内海聖子

ボールペンで○・を繋いでいく作業です。描くことを作業と訳すのは、事務的で味気ない感じですが、私にはしっくりくるのです。感情に任せて一気呵成に筆を走らせる、ということはありません。できたとしても、描きはじめのほんの数分だけのことです。感情は自由で勝手気ままですから、すぐに作業の方が追い付かなくなります。私が私に置いて行かれる不思議な感覚です。感情の私は既にどこかへ行ってしまって、残された私がそれを引き継いで淡々と作業を続ける、という具合です。「なぜこのモチーフを選んだのだろう?」「なぜここを黒く塗りつぶす必要があるのだろう?」気ままで無責任な私を疑ってみたり、「なるほどそういうことだったのか」と共感したり、時には先に駆けていったはずの私にまた追い越され、一瞬目が合ったり。まるで失踪した私自身を取材して旅しているような不思議な感覚なのです。
内海聖子

ボールペンを使ってミクロとマクロに揺れ動く、不思議な世界を作りだします。
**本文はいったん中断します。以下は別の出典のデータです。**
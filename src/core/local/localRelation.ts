import type { LocalRelationId } from '../derive/types.ts';
import type { MassScale } from '../virial/massScale.ts';

/** Which host quantity a local relation takes: log10 of M_star or M_bulge in M_sun, or log10 of σ_star in km s⁻¹. */
export type LocalRelationInput = 'logMstar' | 'logMbulge' | 'logSigma';

/**
 * A local black-hole scaling relation as data: log M_BH = a + b (x − pivot), M_BH in M_sun,
 * x as named by `x` (log10 of M_sun or of km s⁻¹).
 */
export interface LocalRelation {
  readonly id: LocalRelationId;
  readonly label: string;
  readonly x: LocalRelationInput;
  /** log10 M_BH at x = pivot, M_sun. */
  readonly a: number;
  readonly b: number;
  /** Pivot in the units of x (e.g. 11 for M* = 1e11 M_sun, log10 200 for σ = 200 km/s). */
  readonly pivot: number;
  /** Intrinsic scatter in log M_BH at fixed x, dex. */
  readonly scatterDex: number;
  readonly scatterProvenance: 'published' | 'from memory';
  readonly reference: string;
  /** The mass scale of the black-hole masses the relation was fitted to. */
  readonly massScale: MassScale;
  /** Approximate range of x covered by the fitted sample (from memory: not published limits). */
  readonly validity: { readonly x: readonly [number, number] };
  readonly notes?: string;
}

/**
 * log10 M_BH predicted by a local relation, M_sun.
 * @param rel - the relation.
 * @param x - its input, see `rel.x` (log10 M*, log10 M_bulge in M_sun, or log10 σ* in km s⁻¹).
 */
export function localLogMbh(rel: LocalRelation, x: number): number {
  return rel.a + rel.b * (x - rel.pivot);
}

/**
 * `out[k] = logMbh[k] − localLogMbh(rel, x[k])` for every k, bit for bit: the offset of each
 * draw's mass from the relation, with the relation's numbers read once rather than per draw.
 * @param rel - the relation.
 * @param logMbh - log10 M_BH / M_sun per draw.
 * @param x - the relation's input per draw, in the units of `rel.x`.
 * @param out - receives the offsets, dex; as long as `logMbh`.
 */
export function localOffsetInto(rel: LocalRelation, logMbh: Float64Array, x: Float64Array, out: Float64Array): void {
  const a = rel.a;
  const b = rel.b;
  const pivot = rel.pivot;
  const n = out.length;
  const n4 = n - (n % 4);
  // Four draws per step, for the reason given in virialLogMassInto.
  for (let k = 0; k < n4; k += 4) {
    out[k] = (logMbh[k] as number) - (a + b * ((x[k] as number) - pivot));
    out[k + 1] = (logMbh[k + 1] as number) - (a + b * ((x[k + 1] as number) - pivot));
    out[k + 2] = (logMbh[k + 2] as number) - (a + b * ((x[k + 2] as number) - pivot));
    out[k + 3] = (logMbh[k + 3] as number) - (a + b * ((x[k + 3] as number) - pivot));
  }
  for (let k = n4; k < n; k++) out[k] = (logMbh[k] as number) - (a + b * ((x[k] as number) - pivot));
}

/**
 * Which input a relation needs.
 * @param rel - the relation.
 */
export function localRelationInput(rel: LocalRelation): LocalRelationInput {
  return rel.x;
}

/**
 * Whether x lies in the relation's approximate calibrated range (inclusive).
 * @param rel - the relation.
 * @param x - its input, in the units of `rel.x`.
 */
export function inLocalRelationRange(rel: LocalRelation, x: number): boolean {
  return x >= rel.validity.x[0] && x <= rel.validity.x[1];
}
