import type { LocalRelationId } from '../derive/types.ts';
import type { MassScale } from '../virial/massScale.ts';

/** Which host quantity a local relation takes: log10 of M_star or M_bulge in M_sun, or log10 of σ_star in km s⁻¹. */
export type LocalRelationInput = 'logMstar' | 'logMbulge' | 'logSigma';

/**
 * A local black-hole scaling relation as data: log M_BH = a + b (x − pivot), M_BH in M_sun,
 * x as named by `x` (log10 of M_sun or of km s⁻¹).
 */
export interface LocalRelation {
  readonly id: LocalRelationId;
  readonly label: string;
  readonly x: LocalRelationInput;
  /** log10 M_BH at x = pivot, M_sun. */
  readonly a: number;
  readonly b: number;
  /** Pivot in the units of x (e.g. 11 for M* = 1e11 M_sun, log10 200 for σ = 200 km/s). */
  readonly pivot: number;
  /** Intrinsic scatter in log M_BH at fixed x, dex. */
  readonly scatterDex: number;
  readonly scatterProvenance: 'published' | 'from memory';
  readonly reference: string;
  /** The mass scale of the black-hole masses the relation was fitted to. */
  readonly massScale: MassScale;
  /** Approximate range of x covered by the fitted sample (from memory: not published limits). */
  readonly validity: { readonly x: readonly [number, number] };
  readonly notes?: string;
}

/**
 * log10 M_BH predicted by a local relation, M_sun.
 * @param rel - the relation.
 * @param x - its input, see `rel.x` (log10 M*, log10 M_bulge in M_sun, or log10 σ* in km s⁻¹).
 */
export function localLogMbh(rel: LocalRelation, x: number): number {
  return rel.a + rel.b * (x - rel.pivot);
}

/**
 * Which input a relation needs.
 * @param rel - the relation.
 */
export function localRelationInput(rel: LocalRelation): LocalRelationInput {
  return rel.x;
}

/**
 * Whether x lies in the relation's approximate calibrated range (inclusive).
 * @param rel - the relation.
 * @param x - its input, in the units of `rel.x`.
 */
export function inLocalRelationRange(rel: LocalRelation, x: number): boolean {
  return x >= rel.validity.x[0] && x <= rel.validity.x[1];
}
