import type { MatchDto } from '../contract/matches';
import type { LocalDb, OutboxRow } from './db';

/** What one waiting match change is: the match named by its archers ("Match: A v B, end 2"). */
function describeMatch(row: OutboxRow, match: string): string {
  if (row.kind === 'match.endSign' && 'endIndex' in row.args)
    return `Your signature on end ${row.args.endIndex + 1} of the match ${match}`;
  if ('endIndex' in row.args) return `Match: ${match}, end ${row.args.endIndex + 1}`;
  if (row.kind === 'match.sign') return `Your signature on the match ${match}`;
  if (row.kind === 'match.countersign') return `Your countersignature on the match ${match}`;
  if (row.kind === 'match.firstShooter') return `Match: ${match}, who shoots first`;
  return `Match: ${match}, shoot-off arrows`;
}

/** What one waiting change is, in the words of the person who made it. */
function describe(
  row: OutboxRow,
  nameOf: (sessionId: number, entryId: number) => string,
  matchOf: (matchId: number) => string,
): string {
  if ('matchId' in row.args) return describeMatch(row, matchOf(row.args.matchId));
  // Practice changes are about no archer of an event: one line for the whole log.
  if (!('entryId' in row.args)) return 'Your practice log';
  const name = nameOf(row.args.sessionId, row.args.entryId);
  if (row.kind === 'card.sign') return `Your signature on ${name}'s card`;
  if ('arrowIndex' in row.args) return `Your shoot-off arrow ${row.args.arrowIndex + 1} of ${name}`;
  const end = 'endIndex' in row.args ? `end ${row.args.endIndex + 1} of ${name}` : name;
  if (row.kind === 'end.settle') return `Your call on ${end}`;
  if (row.kind === 'end.rule') return `Your ruling on ${end}`;
  if (row.kind === 'end.sign') return `Your signature on ${end}`;
  return end.charAt(0).toUpperCase() + end.slice(1);
}

/** An archer's name from elsewhere on the phone (a card looked at), when no joined target has it. */
export type NameLookup = (sessionId: number, entryId: number) => string | undefined;
/** A match's archers ("A v B") from elsewhere on the phone (a bracket looked at), when no joined match has them. */
export type MatchLookup = (matchId: number) => string | undefined;

/** A match as its archers, "A v B": both lines' names, or the one known. */
export function matchInWords(match: MatchDto): string {
  const line = (side: 'a' | 'b') =>
    match.sides[side]?.archers.map((a) => a.name).join(', ') ?? 'to be decided';
  return `${line('a')} v ${line('b')}`;
}

/**
 * A person's changes the server has not accepted yet, one line per end or signature (many taps
 * on one end are one line), in the order they were made.
 */
export async function waitingInWords(
  db: LocalDb,
  userId: number,
  otherNames: NameLookup = () => undefined,
  otherMatches: MatchLookup = () => undefined,
): Promise<string[]> {
  const [rows, targets, matches] = await db.transaction('r', db.outbox, db.targets, db.matchPads, () =>
    Promise.all([
      db.outbox
        .where('status')
        .equals('pending')
        .filter((r) => r.userId === userId)
        .sortBy('seq'),
      db.targets.where('userId').equals(userId).toArray(),
      db.matchPads.where('userId').equals(userId).toArray(),
    ]),
  );
  const matchOf = (matchId: number) => {
    const joined = matches.find((m) => m.matchId === matchId);
    return (joined && matchInWords(joined.match)) ?? otherMatches(matchId) ?? `number ${matchId}`;
  };
  const nameOf = (sessionId: number, entryId: number) =>
    targets
      .filter((t) => t.session.id === sessionId)
      .flatMap((t) => t.archers)
      .find((a) => a.entryId === entryId)?.name ??
    otherNames(sessionId, entryId) ??
    'an archer';
  return [...new Set(rows.map((r) => describe(r, nameOf, matchOf)))];
}
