import type { EndSettleArgs, EndWriteArgs, Mutation } from '../contract/sync';
import type { CardSignArgs, EndRuleArgs, EndSignArgs } from '../contract/judging';
import { cardKeyOf, endKeyOf, type LocalDb, type OutboxRow } from './db';

/** This phone's identity towards the server: one sequence per install and person. */
const knownClientIds = new Map<string, Promise<string>>();

/** The promise is remembered, so two taps at once never create two install ids. */
export function clientIdFor(db: LocalDb, userId: number): Promise<string> {
  const memoKey = `${db.name}:${userId}`;
  let known = knownClientIds.get(memoKey);
  if (!known) {
    known = db.transaction('rw', db.meta, async () => {
      let install = (await db.meta.get('installId'))?.value as string | undefined;
      if (!install) {
        install = crypto.randomUUID();
        await db.meta.put({ key: 'installId', value: install });
      }
      return `${install}.${userId}`;
    });
    knownClientIds.set(memoKey, known);
    known.catch(() => knownClientIds.delete(memoKey));
  }
  return known;
}

type NewChange =
  | { kind: 'end.write'; args: EndWriteArgs }
  | { kind: 'end.settle'; args: EndSettleArgs }
  | { kind: 'end.rule'; args: EndRuleArgs }
  | { kind: 'end.sign'; args: EndSignArgs }
  | { kind: 'card.sign'; args: CardSignArgs };

/** The end a change is about, or the card for a card signature. */
const subjectKey = (change: NewChange) =>
  change.kind === 'card.sign'
    ? `${cardKeyOf(change.args.sessionId, change.args.entryId)}:card`
    : endKeyOf(change.args.sessionId, change.args.entryId, change.args.endIndex);

/**
 * Records a change in the outbox. The outbox row is the phone's own state change (the pad shows
 * pending rows over the server's copy), so the change and its outbox entry are one write.
 */
export async function recordChange(db: LocalDb, userId: number, change: NewChange): Promise<OutboxRow> {
  const clientId = await clientIdFor(db, userId);
  return db.transaction('rw', db.outbox, db.meta, async () => {
    const seqKey = `nextSeq:${clientId}`;
    const seq = ((await db.meta.get(seqKey))?.value as number | undefined) ?? 1;
    const row: OutboxRow = {
      clientId,
      seq,
      id: crypto.randomUUID(),
      userId,
      kind: change.kind,
      args: change.args,
      at: new Date().toISOString(),
      endKey: subjectKey(change),
      status: 'pending',
    };
    await db.outbox.add(row);
    await db.meta.put({ key: seqKey, value: seq + 1 });
    return row;
  });
}

export const toMutation = (row: OutboxRow): Mutation =>
  ({ id: row.id, seq: row.seq, kind: row.kind, args: row.args, at: row.at }) as Mutation;

export async function waitingCount(db: LocalDb, userId?: number): Promise<number> {
  const pending = db.outbox.where('status').equals('pending');
  return userId === undefined ? pending.count() : pending.filter((r) => r.userId === userId).count();
}

/** Unsynced and refused changes as a file a judge can import when a phone cannot sync. */
export async function exportWaiting(db: LocalDb): Promise<{ fileName: string; json: string }> {
  const rows = await db.outbox.where('status').anyOf('pending', 'rejected').toArray();
  const byClient = new Map<string, OutboxRow[]>();
  for (const row of rows) byClient.set(row.clientId, [...(byClient.get(row.clientId) ?? []), row]);
  const body = {
    format: 'ringcall-waiting-changes',
    version: 1,
    exportedAt: new Date().toISOString(),
    clients: [...byClient].map(([clientId, list]) => ({
      clientId,
      userId: list[0]!.userId,
      mutations: list
        .sort((a, b) => a.seq - b.seq)
        .map((r) => ({ ...toMutation(r), status: r.status, reason: r.reason })),
    })),
  };
  const stamp = body.exportedAt.replace(/[:.]/g, '-');
  return { fileName: `ringcall-waiting-${stamp}.json`, json: JSON.stringify(body, null, 2) };
}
微細な丸の僅かな大小の違いが濃淡となり凹凸となり、拡散しまた収斂する。微細なものには強く誘引する力があり、凝視すれば、作家の内奥の宇宙的な無限の旅の同行者となる。描かれた線はクールで乾いているのに、連綿と繋がることで、にわかに粘性を帯び、熱線を放射する。緻密な行為はストイックさを感じさせるものだが、近作にはどこかユーモアとゆとりを感じさせ、内海さんの成長を感じる。